27日のS&P500種株価指数は、米連邦準備理事会(FRB)が2会合連続で0.75%の利上げを決定したにもかかわらず、2.62%上昇して引けた。

何が起きたか?

27日のS&P500種株価指数は、米連邦準備理事会(FRB)が2会合連続で0.75%の利上げを決定したにもかかわらず、2.62%上昇して引けた。これほど早いペースでの利上げは1990年代以来だ。ただし、6月の消費者物価指数(CPI)が前年同月比9.1%増となったことで視野に入っていた1%の利上げは見送られた。

パウエルFRB議長は、次回9月の米連邦公開市場委員会(FOMC)でも「異例の大幅な」利上げがあり得るものの、経済データ次第になるだろうと述べた。また、経済はすでに減速し始めており、「支出および生産に関する最近の経済指標は軟化している」と指摘した。だが同時に、力強い労働市場を踏まえ、景気後退には陥っていないとの見方を示した。

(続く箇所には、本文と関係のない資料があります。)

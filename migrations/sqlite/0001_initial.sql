-- Proctor's schema. Written in portable SQL (TEXT ids and RFC 3339 times,
-- INTEGER flags) so that a PostgreSQL store can reuse it.

CREATE TABLE models (
    id          TEXT PRIMARY KEY,
    name        TEXT NOT NULL,
    sha256      TEXT NOT NULL UNIQUE,
    bytes       INTEGER NOT NULL,
    info        TEXT NOT NULL,          -- JSON: parameters, macs, opset, producer, inputs, outputs
    created_at  TEXT NOT NULL
);

CREATE TABLE datasets (
    id          TEXT PRIMARY KEY,
    name        TEXT NOT NULL,
    sha256      TEXT NOT NULL UNIQUE,
    bytes       INTEGER NOT NULL,
    samples     INTEGER NOT NULL,
    has_labels  INTEGER NOT NULL,
    arrays      TEXT NOT NULL,          -- JSON: [{name, dtype, shape}]
    created_at  TEXT NOT NULL
);

CREATE TABLE evaluations (
    id              TEXT PRIMARY KEY,   -- UUID v7: sorts by creation time
    project         TEXT NOT NULL,
    teacher_id      TEXT NOT NULL REFERENCES models(id),
    dataset_id      TEXT NOT NULL REFERENCES datasets(id),
    status          TEXT NOT NULL CHECK (status IN ('queued', 'running', 'succeeded', 'failed', 'canceled')),
    request         TEXT NOT NULL,      -- JSON: the settings as applied
    tags            TEXT NOT NULL,      -- JSON object of strings
    progress_stage  TEXT,
    progress_done   INTEGER NOT NULL DEFAULT 0,
    progress_total  INTEGER NOT NULL DEFAULT 0,
    error           TEXT,               -- JSON problem object when failed
    attempts        INTEGER NOT NULL DEFAULT 0,
    lease_owner     TEXT,
    created_at      TEXT NOT NULL,
    started_at      TEXT,
    finished_at     TEXT,
    verdict         TEXT,
    recommended_id  TEXT REFERENCES models(id)
);

CREATE INDEX evaluations_by_project ON evaluations (project, id);
CREATE INDEX evaluations_by_teacher ON evaluations (teacher_id, id);
CREATE INDEX evaluations_by_status ON evaluations (status, id);

CREATE TABLE evaluation_students (
    evaluation_id  TEXT NOT NULL REFERENCES evaluations(id) ON DELETE CASCADE,
    position       INTEGER NOT NULL,
    model_id       TEXT NOT NULL REFERENCES models(id),
    PRIMARY KEY (evaluation_id, position)
);

CREATE TABLE evaluation_tags (
    evaluation_id  TEXT NOT NULL REFERENCES evaluations(id) ON DELETE CASCADE,
    key            TEXT NOT NULL,
    value          TEXT NOT NULL,
    PRIMARY KEY (evaluation_id, key)
);

CREATE INDEX evaluation_tags_by_pair ON evaluation_tags (key, value);

-- One row per candidate with the headline figures, so that lists and the
-- dashboard need not parse reports.
CREATE TABLE candidates (
    evaluation_id   TEXT NOT NULL REFERENCES evaluations(id) ON DELETE CASCADE,
    model_id        TEXT NOT NULL REFERENCES models(id),
    rank            INTEGER NOT NULL,
    agreement       REAL NOT NULL,
    kl              REAL NOT NULL,
    top1            REAL,
    top1_delta      REAL,
    p50_ms          REAL NOT NULL,
    p90_ms          REAL NOT NULL,
    speedup         REAL NOT NULL,
    bytes           INTEGER NOT NULL,
    size_ratio      REAL NOT NULL,
    passed          INTEGER NOT NULL,
    pareto_optimal  INTEGER NOT NULL,
    PRIMARY KEY (evaluation_id, rank)
);

CREATE TABLE reports (
    evaluation_id  TEXT PRIMARY KEY REFERENCES evaluations(id) ON DELETE CASCADE,
    body           TEXT NOT NULL
);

パウエル議長の発言を受けて、FRBが将来の利上げ幅を近々縮小するのではとの期待感が高まった。フェデラルファンド(FF)金利先物市場では、2022年の利上げ見通しが約0.1%低下し、現在の年末水準は約3.25%となっている。米10年国債利回りは横ばいで引け、2年国債利回りは0.06%低下し、逆イールド(長短金利の逆転)の金利差は縮小している。

パウエル議長の発言により、市場で既にみられていた株価反発の勢いが加速した。ハイテク大手の決算が恐れていたほど悪くなかったことから、S&P500種株価指数はFOMCの発表前にもすでに約1.4%上昇していた。米ハイテク製品大手は2023年度(22年7月–23年6月)の売上高が、企業の旺盛なIT投資需要が続いていることから2桁伸びるとの見通しを示した。米インターネット関連サービス大手の持ち株会社の決算も予想ほど悪くなかったが、マクロ経済環境がより「不透明」であることが強調された。こうした決算を受けて、情報技術セクターは3.3%上昇した。ほかにも米ハイテク大手2社が28日に決算を発表する。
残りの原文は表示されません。